### Try it
Restate word for word the line containing "args = parser.parse_args()" and each line that follows it, through the last line below, and nothing else.

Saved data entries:
|---|

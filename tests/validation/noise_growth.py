"""How the noise limit grows with rows when columns and errors come from the same Student t.

For every number of degrees of freedom q and of rows n: so many batches, each with its own seed,
of `--draws` draws of errors on fresh columns of the same law. A batch's limit is the largest p
whose break-through risk stays accepted (equal loadings, risk 0.05); the slope of log limit on
log n is fitted to each batch, and given with the standard error between batches. Rows below the
range of the slope are shown beside it, because there the cap sqrt(n) on standardised columns
rules.

    python tests/validation/noise_growth.py --out reports/validation/noise_growth.md
"""

from __future__ import annotations

import argparse
import math
import time
from pathlib import Path

import numpy as np
from threadpoolctl import threadpool_limits
from write_up import preamble, table

from scantling.core.streams import serial_map
from scantling.planning.paper import stated_plan, target_of
from scantling.planning.plan import Plan, plan_noise, plan_scores

ROWS = (200, 500, 1000, 2000, 5000)
"""Of the slope."""
FEW_ROWS = (30, 50, 100)
"""Shown, not part of it."""
COLUMNS = {3.0: 4_000, 3.5: 12_000, 4.0: 40_000}
"""Columns drawn by degrees of freedom: a multiple of the largest limit."""
BEYOND = (5.0, 6.0, math.inf)
"""Laws for which none may be found; inf is the normal law."""
RISK = 0.05


def plan_of(df: float, rows: int, columns: int, draws: int, seed: int) -> Plan:
    """Columns and errors of one law."""
    return stated_plan(
        rows=rows, columns=columns, law="normal" if math.isinf(df) else f"student-t:df={df:g}",
        column_law=None, correlation=0.0, rule="plug-in", loss="squared", explained=None,
        replicates=draws, seed=seed,
        target=target_of(
            relevant=10, smallest_effect=0.15, risk=RISK, power=0.8, stability=0.75,
            false_share=0.2,
        ),
    )  # fmt: skip


def limit_of(df: float, rows: int, columns: int, draws: int, seed: int) -> tuple[float, float]:
    """Noise limit, inf if not reached, and the risk at all columns."""
    plan = plan_of(df, rows, columns, draws, seed)
    sample = plan_scores(plan, serial_map, draws=draws, twin=False)[0]
    limit, curve = plan_noise(plan, sample.found)
    return float(limit.columns or 0) if limit.reached else math.inf, curve[-1].risk


def slopes(limits: np.ndarray) -> np.ndarray:
    """Log-log slope of each batch: limits (batches, rows)."""
    x = np.log(ROWS) - np.log(ROWS).mean()
    return np.asarray(np.log(limits) @ x / (x @ x))


def pair(values: np.ndarray, digits: int) -> str:
    """Mean and its standard error."""
    error = values.std(ddof=1) / math.sqrt(values.size)
    return f"{values.mean():,.{digits}f} ({error:,.{digits}f})"


def report(
    limits: dict[float, np.ndarray], few: dict[float, np.ndarray], beyond: list[list[str]],
    args: argparse.Namespace, seconds: float,
) -> str:  # fmt: skip
    """The page, in markdown."""
    lines = preamble("Growth of the noise limit in rows", seconds)
    lines += [
        f"Columns and errors from the same Student t, independent; equal loadings, risk {RISK:g};"
        f" {args.batches} batches of {args.draws} draws at every number of rows. Standard errors"
        " between batches in brackets.",
        "",
    ]
    rows = []
    rising = []
    for df, found in limits.items():
        each = slopes(found)
        rising.append(each.mean())
        local = np.log(found[:, -1] / found[:, -2]) / math.log(ROWS[-1] / ROWS[-2])
        rows.append(
            [f"{df:g}", pair(each, 3), f"{df / 2 - 1:.2f}", pair(each - (df / 2 - 1), 3),
             pair(local, 2)]
        )  # fmt: skip
    lines += table(
        ["df = q", f"slope, n {ROWS[0]} to {ROWS[-1]}", "q/2 - 1", "difference",
         f"slope, n {ROWS[-2]} to {ROWS[-1]}"],
        rows,
    )  # fmt: skip
    verdict = "rises" if rising == sorted(rising) else "DOES NOT RISE"
    lines += [f"The slope {verdict} with the degrees of freedom.", ""]
    shown = [
        [f"{df:g}", *(_median(few[df][:, k]) for k in range(len(FEW_ROWS))),
         *(f"{np.median(limits[df][:, k]):,.0f}" for k in range(len(ROWS)))]
        for df in limits
    ]  # fmt: skip
    lines += ["## Noise limit, median over batches", ""]
    lines += table(["df", *(f"n = {n}" for n in (*FEW_ROWS, *ROWS))], shown)
    lines += [
        "## Why the slope is not q/2 - 1",
        "",
        "The exponent q/2 - 1 is that of a score with exactly q moments (up to powers of log p,"
        " through L(p)). Two things move it here. Columns and errors have equal indices, so the"
        " tail of their product is x^-q times a logarithm, P(|x e| > u) ~ c u^-q ln u: fewer"
        " columns at every n, the more so the larger u = L(p) sqrt(n), which takes about"
        " 1 / ln(u) off the slope. And columns and errors are divided by their own root mean"
        " square in the sample, at most sqrt(n) for a standardised value: a column that holds a"
        " huge value is scaled down by it. That tames the scores most where n is small, raises"
        " the limit there and so flattens the growth; it wears off more slowly the heavier the"
        " law, since the largest of n values is then a larger part of their mean square. In very"
        " small samples the cap sqrt(n) itself keeps scores down, and the limit falls before it"
        " rises (first columns of the table above).",
        "",
        "## Laws for which no limit may be found",
        "",
    ]
    lines += table(["law", "n", "columns", "draws", "noise limit", "risk at all columns"], beyond)
    return "\n".join(lines)


def _median(limits: np.ndarray) -> str:
    """Of limits of which some may not be reached."""
    value = float(np.median(limits))
    return f"{value:,.0f}" if math.isfinite(value) else "not reached"


def main() -> None:
    """Simulate, print and, if asked, write the page."""
    parser = argparse.ArgumentParser(description=__doc__.splitlines()[0] if __doc__ else "")
    parser.add_argument("--batches", type=int, default=10)
    parser.add_argument("--draws", type=int, default=1500)
    parser.add_argument("--beyond-columns", type=int, default=1_000_000)
    parser.add_argument("--beyond-draws", type=int, default=200)
    parser.add_argument("--beyond-rows", type=int, nargs="+", default=[200])
    parser.add_argument("--seed", type=int, default=1)
    parser.add_argument("--out", type=Path, help="file to write the page to")
    args = parser.parse_args()
    began = time.monotonic()
    limits: dict[float, np.ndarray] = {}
    few: dict[float, np.ndarray] = {}
    with threadpool_limits(limits=1):
        for df, columns in COLUMNS.items():
            found = np.array(
                [
                    [limit_of(df, n, columns, args.draws, args.seed + 1000 * batch)[0]
                     for n in (*FEW_ROWS, *ROWS)]
                    for batch in range(args.batches)
                ]
            )  # fmt: skip
            few[df], limits[df] = found[:, : len(FEW_ROWS)], found[:, len(FEW_ROWS) :]
            if not np.isfinite(limits[df]).all():
                raise SystemExit(f"df = {df:g}: a limit lies beyond {columns:,} columns")
            print(f"df {df:g}: slope {pair(slopes(limits[df]), 3)}", flush=True)
        beyond = []
        for df in BEYOND:
            for n in args.beyond_rows:
                limit, risk = limit_of(df, n, args.beyond_columns, args.beyond_draws, args.seed)
                name = "normal" if math.isinf(df) else f"t {df:g}"
                beyond.append(
                    [name, f"{n:,}", f"{args.beyond_columns:,}", f"{args.beyond_draws:,}",
                     "none" if math.isinf(limit) else f"{limit:,.0f}", f"{risk:.4f}"]
                )  # fmt: skip
                print(beyond[-1], flush=True)
    page = report(limits, few, beyond, args, time.monotonic() - began)
    print(page)
    if args.out is not None:
        args.out.write_text(page, encoding="utf-8")


if __name__ == "__main__":
    main()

|---|

### Problem solution
    args = parser.parse_args()
    began = time.monotonic()
    limits: dict[float, np.ndarray] = {}
    few: dict[float, np.ndarray] = {}
    with threadpool_limits(limits=1):
        for df, columns in COLUMNS.items():
            found = np.array(
                [
                    [limit_of(df, n, columns, args.draws, args.seed + 1000 * batch)[0]
                     for n in (*FEW_ROWS, *ROWS)]
                    for batch in range(args.batches)
                ]
            )  # fmt: skip
            few[df], limits[df] = found[:, : len(FEW_ROWS)], found[:, len(FEW_ROWS) :]
            if not np.isfinite(limits[df]).all():
                raise SystemExit(f"df = {df:g}: a limit lies beyond {columns:,} columns")
            print(f"df {df:g}: slope {pair(slopes(limits[df]), 3)}", flush=True)
        beyond = []
        for df in BEYOND:
            for n in args.beyond_rows:
                limit, risk = limit_of(df, n, args.beyond_columns, args.beyond_draws, args.seed)
                name = "normal" if math.isinf(df) else f"t {df:g}"
                beyond.append(
                    [name, f"{n:,}", f"{args.beyond_columns:,}", f"{args.beyond_draws:,}",
                     "none" if math.isinf(limit) else f"{limit:,.0f}", f"{risk:.4f}"]
                )  # fmt: skip
                print(beyond[-1], flush=True)
    page = report(limits, few, beyond, args, time.monotonic() - began)
    print(page)
    if args.out is not None:
        args.out.write_text(page, encoding="utf-8")


if __name__ == "__main__":
    main()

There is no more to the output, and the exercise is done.